------ DATA SUPPLIED

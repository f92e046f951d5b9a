// Training progress: an element with data-job-url polls that JSON address once a second and shows
// the job's stage and progress; when the job has finished the page reloads once to show the new model.
"use strict";
(function () {
  const box = document.querySelector("[data-job-url]");
  if (!box) return;
  const url = box.getAttribute("data-job-url");
  const bar = box.querySelector("progress");
  const text = box.querySelector("[data-job-state]");

  function show(job) {
    if (job.total > 0) {
      bar.max = job.total;
      bar.value = job.done;
    }
    const pct = job.total > 0 ? " (" + Math.round(100 * job.done / job.total) + "%)" : "";
    text.textContent = job.state + ": " + job.stage + pct + (job.error ? " — " + job.error : "");
    box.setAttribute("data-job-finished", job.finished ? job.state : "");
  }

  function finish(job) {
    if (job.state === "succeeded") {
      text.textContent = "succeeded: model version " + (job.result && job.result.model_version) +
        (job.result && job.result.active ? " (active)" : " (candidate)") + ". Reloading…";
      const next = new URL(window.location.href);
      next.searchParams.delete("job");
      next.searchParams.set("done", job.job_id);
      window.setTimeout(function () { window.location.assign(next.toString()); }, 800);
    }
  }

  function poll() {
    fetch(url, { credentials: "same-origin", headers: { "Accept": "application/json" } })
      .then(function (r) {
        if (r.status >= 400 && r.status < 500) {
          text.textContent = "this job cannot be followed (status " + r.status + "); reload the page";
          return null;
        }
        if (!r.ok) throw new Error("status " + r.status);
        return r.json();
      })
      .then(function (job) {
        if (job === null) return;
        show(job);
        if (job.finished) finish(job); else window.setTimeout(poll, 1000);
      })
      .catch(function (err) {
        text.textContent = "could not read the job's state (" + err.message + "); retrying";
        window.setTimeout(poll, 3000);
      });
  }
  poll();
})();
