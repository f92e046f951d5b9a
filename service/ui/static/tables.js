// Sortable tables: a <table class="sortable"> whose header cells hold <button data-sort="number|text">.
// Numeric cells may carry data-value (the number behind a formatted cell); empty values sort last.
"use strict";
(function () {
  function cellValue(row, index, kind) {
    const cell = row.cells[index];
    const raw = cell.hasAttribute("data-value") ? cell.getAttribute("data-value") : cell.textContent.trim();
    if (kind === "number") {
      const x = parseFloat(raw);
      return Number.isFinite(x) ? x : null;
    }
    return raw === "" || raw === "–" ? null : raw.toLowerCase();
  }

  function sortBy(table, header, kind) {
    const index = Array.prototype.indexOf.call(header.parentNode.children, header);
    const ascending = header.getAttribute("aria-sort") !== "ascending";
    const body = table.tBodies[0];
    const rows = Array.from(body.rows);
    rows.sort(function (a, b) {
      const x = cellValue(a, index, kind), y = cellValue(b, index, kind);
      if (x === null && y === null) return 0;
      if (x === null) return 1;
      if (y === null) return -1;
      const order = x < y ? -1 : x > y ? 1 : 0;
      return ascending ? order : -order;
    });
    rows.forEach(function (row) { body.appendChild(row); });
    table.querySelectorAll("th[aria-sort]").forEach(function (th) { th.removeAttribute("aria-sort"); });
    header.setAttribute("aria-sort", ascending ? "ascending" : "descending");
  }

  document.querySelectorAll("table.sortable").forEach(function (table) {
    table.querySelectorAll("th button[data-sort]").forEach(function (button) {
      button.addEventListener("click", function () {
        sortBy(table, button.closest("th"), button.getAttribute("data-sort"));
      });
    });
  });
})();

------------

**EXERCISE PROMPT:** Above this instruction are the records; retype exactly the lines from the one containing "function cellValue(row, index, kind)" up to and including the one containing "const order = x".

**WRITTEN REPLY:**
  function cellValue(row, index, kind) {
    const cell = row.cells[index];
    const raw = cell.hasAttribute("data-value") ? cell.getAttribute("data-value") : cell.textContent.trim();
    if (kind === "number") {
      const x = parseFloat(raw);
      return Number.isFinite(x) ? x : null;
    }
    return raw === "" || raw === "–" ? null : raw.toLowerCase();
  }

  function sortBy(table, header, kind) {
    const index = Array.prototype.indexOf.call(header.parentNode.children, header);
    const ascending = header.getAttribute("aria-sort") !== "ascending";
    const body = table.tBodies[0];
    const rows = Array.from(body.rows);
    rows.sort(function (a, b) {
      const x = cellValue(a, index, kind), y = cellValue(b, index, kind);
      if (x === null && y === null) return 0;
      if (x === null) return 1;
      if (y === null) return -1;
      const order = x < y ? -1 : x > y ? 1 : 0;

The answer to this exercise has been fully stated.